EXERCISE GOAL → Each record must be repeated exactly as it stands.

DATA SECTION →
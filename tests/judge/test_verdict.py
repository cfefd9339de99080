"""Families of invented results, judged."""

from dataclasses import replace

import pytest
from hypothesis import given
from hypothesis import strategies as st

from tests.judge.invented import member, sheet
from tuner.judge.assessment import WorstCase
from tuner.judge.verdict import judge, meets, worst_case
from tuner.model.measures import BY_NAME, MEASURES, Measure

INF = float("inf")


def test_a_family_within_its_limits_is_met() -> None:
    """Values on a limit keep it."""
    found = judge(sheet({"overshoot": 1.0, "gain_margin": 1.0}), [member(), member("gain 2")])

    assert found.verdict == "met"
    assert [limit.met for limit in found.limits] == [True, True]


def test_the_worst_plant_is_named() -> None:
    """An upper bound takes the largest value, a lower one the smallest, each with its plant."""
    family = [member(), member("gain 2", overshoot=9.0), member("gain 0.5", gain_margin=0.5)]

    found = judge(sheet({"overshoot": 8.0, "gain_margin": 0.4}), family)

    assert found.verdict == "missed"
    assert found.worst["overshoot"].plant == "gain 2"
    assert (found.limits[0].value, found.limits[0].plant, found.limits[0].met) == (9.0, "gain 2", False)
    assert (found.limits[1].value, found.limits[1].plant, found.limits[1].met) == (0.5, "gain 0.5", True)


def test_one_unstable_plant_makes_the_verdict_unstable() -> None:
    """Even when every limit is kept."""
    found = judge(sheet({"damping": 0.1}), [member(), member("delay 9", stable=False)])

    assert found.verdict == "unstable"


def test_an_error_is_bounded_by_its_size() -> None:
    """The worst steady-state error is the one farthest from zero, told with its sign."""
    family = [member(steady_state_error=1.0), member("gain 2", steady_state_error=-3.0)]

    found = judge(sheet({"steady_state_error": 2.0}), family)

    assert (found.limits[0].value, found.limits[0].met) == (-3.0, False)


def test_infinite_margins_are_the_best() -> None:
    """An infinite margin loses against any number and keeps any limit."""
    worst = worst_case(BY_NAME["gain_margin"], [member(gain_margin=INF), member("gain 2", gain_margin=40.0)])

    assert (worst.value, worst.plant) == (40.0, "gain 2")
    assert meets(BY_NAME["gain_margin"], WorstCase(INF, "nominal"), 3.0)


def test_a_missing_measure_is_worse_than_any() -> None:
    """A plant that never settles is the worst one, and its limit is missed."""
    family = [member(), member("gain 2", settling_time=None), member("gain 3", settling_time=1e9)]

    found = judge(sheet({"settling_time": 1e12}), family)

    assert (found.limits[0].value, found.limits[0].plant, found.limits[0].met) == (None, "gain 2", False)


def test_an_unstable_plant_is_worse_than_one_that_never_settles() -> None:
    """Where several have no value, the unstable one is named."""
    family = [member(settling_time=None), member("gain 2", stable=False, settling_time=None)]

    assert worst_case(BY_NAME["settling_time"], family).plant == "gain 2"


def test_no_peak_at_all_is_the_best() -> None:
    """No overshoot keeps every limit of the peak time; where others peak, theirs is the worst."""
    peak = BY_NAME["peak_time"]
    flat = replace(member(peak_time=None), reasons={"peak_time": "there is no overshoot"})

    assert meets(peak, worst_case(peak, [flat]), 1.0)
    assert worst_case(peak, [flat, member("gain 2", peak_time=3.0)]).plant == "gain 2"


def test_a_peak_time_that_an_unstable_loop_lacks_is_missed() -> None:
    """Only the absence of overshoot means that there is none; an unstable loop has no peak time either."""
    flat = replace(member(peak_time=None), reasons={"peak_time": "there is no overshoot"})
    lost = member("delay 9", stable=False, peak_time=None)

    found = judge(sheet({"peak_time": 5.0}), [flat, lost])

    assert (found.limits[0].value, found.limits[0].plant, found.limits[0].met) == (None, "delay 9", False)


def test_a_reference_outside_the_range_is_noted() -> None:
    """The trial may leave the range of the signal, but the reader is told."""
    found = judge(sheet({"overshoot": 8.0}, reference=300.0), [member()])

    assert found.notes == (
        "The reference step ends at 940 degC, outside the range of the controlled signal (0 degC to 900 degC).",
    )


def test_notes_say_once_why_a_measure_is_missing() -> None:
    """Measures with one reason share a sentence; the plants are counted, or named when there is one."""
    lost = member("delay 9", stable=False, rise_time=None, settling_time=None)
    late = replace(member("gain 2", rise_time=None), reasons={"rise_time": "it is late"})

    notes = judge(sheet({"overshoot": 8.0}), [member(), lost, late]).notes

    assert notes == (
        "No rise time, settling time: the loop is unstable for delay 9.",
        "No rise time: it is late for gain 2.",
    )


def test_notes_count_plants_and_leave_out_the_whole_family() -> None:
    """Two of three plants are counted; a reason that holds for all needs no plants."""
    family = [member(peak_time=None), member("gain 2", peak_time=None), member("gain 3")]

    assert judge(sheet({"overshoot": 8}), family).notes == (
        "No peak time: the loop is unstable for 2 of 3 plants, the nominal plant among them.",
    )
    assert judge(sheet({"overshoot": 8}), family[:2]).notes == ("No peak time: the loop is unstable.",)


def test_measures_that_are_all_missing_are_named_as_a_group() -> None:
    """An unstable loop is one short sentence, not a list of nineteen measures."""
    nothing = {measure.name: None for measure in MEASURES if measure.name != "damping"}
    lost = member("nominal", stable=False)
    lost = replace(lost, measures={**lost.measures, **nothing}, reasons=dict.fromkeys(nothing, "the loop is unstable"))

    assert judge(sheet({"damping": 0.1}), [lost]).notes == (
        "No measures of the reference trial, measures of the disturbance trial, margins: the loop is unstable.",
    )


def test_a_sheet_without_limits_says_so() -> None:
    """Without limits a stable family is met, and a note tells that nothing else was judged."""
    found = judge(sheet(), [member()])

    assert found.verdict == "met"
    assert found.notes == ("The sheet gives no limits; only stability is judged.",)


@given(st.lists(st.floats(-50.0, 50.0) | st.none() | st.just(INF), min_size=1, max_size=8), st.floats(-60.0, 60.0))
@pytest.mark.parametrize("measure", MEASURES, ids=lambda measure: measure.name)
def test_the_worst_plant_decides(measure: Measure, values: list[float | None], limit: float) -> None:
    """The worst case keeps a limit exactly when every plant of the family does."""
    ordinary = member()
    family = [replace(ordinary, measures={**ordinary.measures, measure.name: value}) for value in values]

    decided = meets(measure, worst_case(measure, family), limit)

    assert decided == all(meets(measure, WorstCase(value, "nominal"), limit) for value in values)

ANSWER SPACE →
filename tests/judge/test_verdict.py
repository cfefd9339de99080
"""Families of invented results, judged."""

from dataclasses import replace

import pytest
from hypothesis import given
from hypothesis import strategies as st

from tests.judge.invented import member, sheet
from tuner.judge.assessment import WorstCase
from tuner.judge.verdict import judge, meets, worst_case
from tuner.model.measures import BY_NAME, MEASURES, Measure

INF = float("inf")


def test_a_family_within_its_limits_is_met() -> None:
    """Values on a limit keep it."""
    found = judge(sheet({"overshoot": 1.0, "gain_margin": 1.0}), [member(), member("gain 2")])

    assert found.verdict == "met"
    assert [limit.met for limit in found.limits] == [True, True]


def test_the_worst_plant_is_named() -> None:
    """An upper bound takes the largest value, a lower one the smallest, each with its plant."""
    family = [member(), member("gain 2", overshoot=9.0), member("gain 0.5", gain_margin=0.5)]

    found = judge(sheet({"overshoot": 8.0, "gain_margin": 0.4}), family)

    assert found.verdict == "missed"
    assert found.worst["overshoot"].plant == "gain 2"
    assert (found.limits[0].value, found.limits[0].plant, found.limits[0].met) == (9.0, "gain 2", False)
    assert (found.limits[1].value, found.limits[1].plant, found.limits[1].met) == (0.5, "gain 0.5", True)


def test_one_unstable_plant_makes_the_verdict_unstable() -> None:
    """Even when every limit is kept."""
    found = judge(sheet({"damping": 0.1}), [member(), member("delay 9", stable=False)])

    assert found.verdict == "unstable"


def test_an_error_is_bounded_by_its_size() -> None:
    """The worst steady-state error is the one farthest from zero, told with its sign."""
    family = [member(steady_state_error=1.0), member("gain 2", steady_state_error=-3.0)]

    found = judge(sheet({"steady_state_error": 2.0}), family)

    assert (found.limits[0].value, found.limits[0].met) == (-3.0, False)


def test_infinite_margins_are_the_best() -> None:
    """An infinite margin loses against any number and keeps any limit."""
    worst = worst_case(BY_NAME["gain_margin"], [member(gain_margin=INF), member("gain 2", gain_margin=40.0)])

    assert (worst.value, worst.plant) == (40.0, "gain 2")
    assert meets(BY_NAME["gain_margin"], WorstCase(INF, "nominal"), 3.0)


def test_a_missing_measure_is_worse_than_any() -> None:
    """A plant that never settles is the worst one, and its limit is missed."""
    family = [member(), member("gain 2", settling_time=None), member("gain 3", settling_time=1e9)]

    found = judge(sheet({"settling_time": 1e12}), family)

    assert (found.limits[0].value, found.limits[0].plant, found.limits[0].met) == (None, "gain 2", False)


def test_an_unstable_plant_is_worse_than_one_that_never_settles() -> None:
    """Where several have no value, the unstable one is named."""
    family = [member(settling_time=None), member("gain 2", stable=False, settling_time=None)]

    assert worst_case(BY_NAME["settling_time"], family).plant == "gain 2"


def test_no_peak_at_all_is_the_best() -> None:
    """No overshoot keeps every limit of the peak time; where others peak, theirs is the worst."""
    peak = BY_NAME["peak_time"]
    flat = replace(member(peak_time=None), reasons={"peak_time": "there is no overshoot"})

    assert meets(peak, worst_case(peak, [flat]), 1.0)
    assert worst_case(peak, [flat, member("gain 2", peak_time=3.0)]).plant == "gain 2"


def test_a_peak_time_that_an_unstable_loop_lacks_is_missed() -> None:
    """Only the absence of overshoot means that there is none; an unstable loop has no peak time either."""
    flat = replace(member(peak_time=None), reasons={"peak_time": "there is no overshoot"})
    lost = member("delay 9", stable=False, peak_time=None)

    found = judge(sheet({"peak_time": 5.0}), [flat, lost])

    assert (found.limits[0].value, found.limits[0].plant, found.limits[0].met) == (None, "delay 9", False)


def test_a_reference_outside_the_range_is_noted() -> None:
    """The trial may leave the range of the signal, but the reader is told."""
    found = judge(sheet({"overshoot": 8.0}, reference=300.0), [member()])

    assert found.notes == (
        "The reference step ends at 940 degC, outside the range of the controlled signal (0 degC to 900 degC).",
    )


def test_notes_say_once_why_a_measure_is_missing() -> None:
    """Measures with one reason share a sentence; the plants are counted, or named when there is one."""
    lost = member("delay 9", stable=False, rise_time=None, settling_time=None)
    late = replace(member("gain 2", rise_time=None), reasons={"rise_time": "it is late"})

    notes = judge(sheet({"overshoot": 8.0}), [member(), lost, late]).notes

    assert notes == (
        "No rise time, settling time: the loop is unstable for delay 9.",
        "No rise time: it is late for gain 2.",
    )


def test_notes_count_plants_and_leave_out_the_whole_family() -> None:
    """Two of three plants are counted; a reason that holds for all needs no plants."""
    family = [member(peak_time=None), member("gain 2", peak_time=None), member("gain 3")]

    assert judge(sheet({"overshoot": 8}), family).notes == (
        "No peak time: the loop is unstable for 2 of 3 plants, the nominal plant among them.",
    )
    assert judge(sheet({"overshoot": 8}), family[:2]).notes == ("No peak time: the loop is unstable.",)


def test_measures_that_are_all_missing_are_named_as_a_group() -> None:
    """An unstable loop is one short sentence, not a list of nineteen measures."""
    nothing = {measure.name: None for measure in MEASURES if measure.name != "damping"}
    lost = member("nominal", stable=False)
    lost = replace(lost, measures={**lost.measures, **nothing}, reasons=dict.fromkeys(nothing, "the loop is unstable"))

    assert judge(sheet({"damping": 0.1}), [lost]).notes == (
        "No measures of the reference trial, measures of the disturbance trial, margins: the loop is unstable.",
    )


def test_a_sheet_without_limits_says_so() -> None:
    """Without limits a stable family is met, and a note tells that nothing else was judged."""
    found = judge(sheet(), [member()])

    assert found.verdict == "met"
    assert found.notes == ("The sheet gives no limits; only stability is judged.",)


@given(st.lists(st.floats(-50.0, 50.0) | st.none() | st.just(INF), min_size=1, max_size=8), st.floats(-60.0, 60.0))
@pytest.mark.parametrize("measure", MEASURES, ids=lambda measure: measure.name)
def test_the_worst_plant_decides(measure: Measure, values: list[float | None], limit: float) -> None:
    """The worst case keeps a limit exactly when every plant of the family does."""
    ordinary = member()
    family = [replace(ordinary, measures={**ordinary.measures, measure.name: value}) for value in values]

    decided = meets(measure, worst_case(measure, family), limit)

    assert decided == all(meets(measure, WorstCase(value, "nominal"), limit) for value in values)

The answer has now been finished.